### Directions for this task
Below are entries; count the lines containing the string "atHigh". The answer is that number alone.
################
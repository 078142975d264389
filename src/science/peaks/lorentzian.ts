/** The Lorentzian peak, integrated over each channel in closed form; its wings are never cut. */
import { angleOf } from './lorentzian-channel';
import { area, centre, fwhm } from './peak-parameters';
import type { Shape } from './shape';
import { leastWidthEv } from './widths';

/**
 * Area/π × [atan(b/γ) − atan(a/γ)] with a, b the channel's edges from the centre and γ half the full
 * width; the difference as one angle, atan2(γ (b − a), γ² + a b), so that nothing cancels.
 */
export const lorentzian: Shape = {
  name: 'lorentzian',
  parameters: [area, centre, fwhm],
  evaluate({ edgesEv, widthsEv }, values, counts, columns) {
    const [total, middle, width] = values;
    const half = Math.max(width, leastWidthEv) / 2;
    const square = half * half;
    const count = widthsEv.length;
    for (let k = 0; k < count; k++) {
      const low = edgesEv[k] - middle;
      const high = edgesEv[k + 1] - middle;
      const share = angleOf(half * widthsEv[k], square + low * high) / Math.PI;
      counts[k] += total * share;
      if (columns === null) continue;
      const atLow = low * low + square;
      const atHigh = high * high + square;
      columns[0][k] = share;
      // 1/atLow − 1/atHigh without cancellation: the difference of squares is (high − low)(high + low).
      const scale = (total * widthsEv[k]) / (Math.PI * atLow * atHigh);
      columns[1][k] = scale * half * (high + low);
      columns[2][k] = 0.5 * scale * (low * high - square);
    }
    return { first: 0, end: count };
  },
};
################
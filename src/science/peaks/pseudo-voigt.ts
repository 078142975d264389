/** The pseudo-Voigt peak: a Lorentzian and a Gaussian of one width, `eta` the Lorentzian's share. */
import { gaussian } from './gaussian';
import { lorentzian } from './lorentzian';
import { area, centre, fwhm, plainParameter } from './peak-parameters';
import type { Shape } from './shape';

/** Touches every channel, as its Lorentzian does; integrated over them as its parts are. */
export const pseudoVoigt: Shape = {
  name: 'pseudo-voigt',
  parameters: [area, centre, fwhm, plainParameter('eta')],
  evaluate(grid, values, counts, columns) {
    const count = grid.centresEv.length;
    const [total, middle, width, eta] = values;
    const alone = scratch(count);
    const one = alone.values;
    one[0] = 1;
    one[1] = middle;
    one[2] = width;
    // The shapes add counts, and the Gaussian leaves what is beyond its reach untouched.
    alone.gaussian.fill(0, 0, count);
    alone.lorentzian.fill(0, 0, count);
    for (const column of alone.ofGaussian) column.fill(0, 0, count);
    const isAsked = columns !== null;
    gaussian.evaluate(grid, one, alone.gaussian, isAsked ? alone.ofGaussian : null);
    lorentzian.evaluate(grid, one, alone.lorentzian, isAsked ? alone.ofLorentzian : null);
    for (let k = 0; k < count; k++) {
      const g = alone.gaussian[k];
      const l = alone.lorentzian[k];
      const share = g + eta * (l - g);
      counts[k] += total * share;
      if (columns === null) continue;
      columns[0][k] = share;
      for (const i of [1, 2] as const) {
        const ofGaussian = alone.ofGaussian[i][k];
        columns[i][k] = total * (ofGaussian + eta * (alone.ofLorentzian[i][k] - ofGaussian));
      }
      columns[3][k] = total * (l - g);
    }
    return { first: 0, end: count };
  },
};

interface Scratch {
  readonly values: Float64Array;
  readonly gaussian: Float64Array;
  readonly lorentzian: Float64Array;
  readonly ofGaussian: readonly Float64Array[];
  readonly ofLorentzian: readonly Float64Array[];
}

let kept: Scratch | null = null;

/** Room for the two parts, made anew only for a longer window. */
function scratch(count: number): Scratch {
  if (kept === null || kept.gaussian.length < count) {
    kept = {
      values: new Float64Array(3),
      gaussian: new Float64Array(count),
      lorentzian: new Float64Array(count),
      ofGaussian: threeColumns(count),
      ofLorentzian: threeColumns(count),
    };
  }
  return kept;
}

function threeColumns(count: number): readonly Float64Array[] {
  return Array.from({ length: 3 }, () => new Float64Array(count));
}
################
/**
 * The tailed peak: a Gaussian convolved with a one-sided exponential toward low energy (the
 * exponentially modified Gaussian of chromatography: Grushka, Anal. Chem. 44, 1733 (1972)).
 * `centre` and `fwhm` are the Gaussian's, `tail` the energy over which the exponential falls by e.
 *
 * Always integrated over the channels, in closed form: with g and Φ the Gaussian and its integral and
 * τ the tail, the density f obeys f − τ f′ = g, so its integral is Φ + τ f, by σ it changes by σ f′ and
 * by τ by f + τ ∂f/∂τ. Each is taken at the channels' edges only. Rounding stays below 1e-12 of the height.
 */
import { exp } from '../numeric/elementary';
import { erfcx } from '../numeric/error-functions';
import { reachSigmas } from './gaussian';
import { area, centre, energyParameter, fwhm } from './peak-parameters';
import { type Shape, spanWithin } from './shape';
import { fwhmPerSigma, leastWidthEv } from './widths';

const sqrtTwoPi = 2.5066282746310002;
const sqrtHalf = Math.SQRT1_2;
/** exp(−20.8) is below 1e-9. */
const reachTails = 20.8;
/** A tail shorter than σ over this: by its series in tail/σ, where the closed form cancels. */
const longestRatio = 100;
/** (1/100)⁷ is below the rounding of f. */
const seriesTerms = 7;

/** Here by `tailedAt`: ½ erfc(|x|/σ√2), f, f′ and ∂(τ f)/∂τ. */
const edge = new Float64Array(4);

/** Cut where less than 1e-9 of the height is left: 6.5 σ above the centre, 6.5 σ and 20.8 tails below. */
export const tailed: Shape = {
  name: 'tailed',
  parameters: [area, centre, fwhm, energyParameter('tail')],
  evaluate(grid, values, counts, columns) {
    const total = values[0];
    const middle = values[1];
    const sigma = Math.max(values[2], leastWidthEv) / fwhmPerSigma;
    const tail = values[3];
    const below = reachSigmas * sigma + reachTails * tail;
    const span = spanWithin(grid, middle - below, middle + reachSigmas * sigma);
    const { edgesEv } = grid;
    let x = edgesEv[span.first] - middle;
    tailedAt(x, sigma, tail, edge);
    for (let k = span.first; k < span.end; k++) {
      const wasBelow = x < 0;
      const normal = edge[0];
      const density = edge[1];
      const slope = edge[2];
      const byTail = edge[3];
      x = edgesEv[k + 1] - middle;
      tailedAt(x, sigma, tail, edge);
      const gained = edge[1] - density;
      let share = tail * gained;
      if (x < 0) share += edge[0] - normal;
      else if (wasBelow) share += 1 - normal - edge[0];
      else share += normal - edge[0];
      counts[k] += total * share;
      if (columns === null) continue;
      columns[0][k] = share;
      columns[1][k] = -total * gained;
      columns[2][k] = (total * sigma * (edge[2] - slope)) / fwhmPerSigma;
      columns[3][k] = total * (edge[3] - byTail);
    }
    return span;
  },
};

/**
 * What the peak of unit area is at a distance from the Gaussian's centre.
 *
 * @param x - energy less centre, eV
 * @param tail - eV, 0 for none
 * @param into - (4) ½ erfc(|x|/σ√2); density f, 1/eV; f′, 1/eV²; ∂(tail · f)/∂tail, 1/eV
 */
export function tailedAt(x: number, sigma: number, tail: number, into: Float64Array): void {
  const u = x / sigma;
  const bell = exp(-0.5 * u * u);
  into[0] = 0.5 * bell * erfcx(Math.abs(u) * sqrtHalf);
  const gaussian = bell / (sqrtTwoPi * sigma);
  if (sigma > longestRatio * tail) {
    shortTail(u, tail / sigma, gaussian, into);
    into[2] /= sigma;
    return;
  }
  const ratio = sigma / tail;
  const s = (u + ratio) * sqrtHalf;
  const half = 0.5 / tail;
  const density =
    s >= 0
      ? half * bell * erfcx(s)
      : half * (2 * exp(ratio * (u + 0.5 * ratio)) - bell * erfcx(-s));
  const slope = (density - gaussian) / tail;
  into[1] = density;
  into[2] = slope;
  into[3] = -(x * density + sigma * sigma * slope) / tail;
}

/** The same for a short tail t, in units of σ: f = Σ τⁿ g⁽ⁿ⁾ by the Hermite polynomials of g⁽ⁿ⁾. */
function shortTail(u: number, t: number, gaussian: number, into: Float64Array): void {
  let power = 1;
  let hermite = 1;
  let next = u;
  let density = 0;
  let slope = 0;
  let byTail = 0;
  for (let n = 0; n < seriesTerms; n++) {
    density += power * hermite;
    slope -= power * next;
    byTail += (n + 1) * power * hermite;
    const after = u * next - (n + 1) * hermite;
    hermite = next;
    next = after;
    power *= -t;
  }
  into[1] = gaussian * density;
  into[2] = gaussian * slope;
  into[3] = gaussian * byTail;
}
################
### Task result
3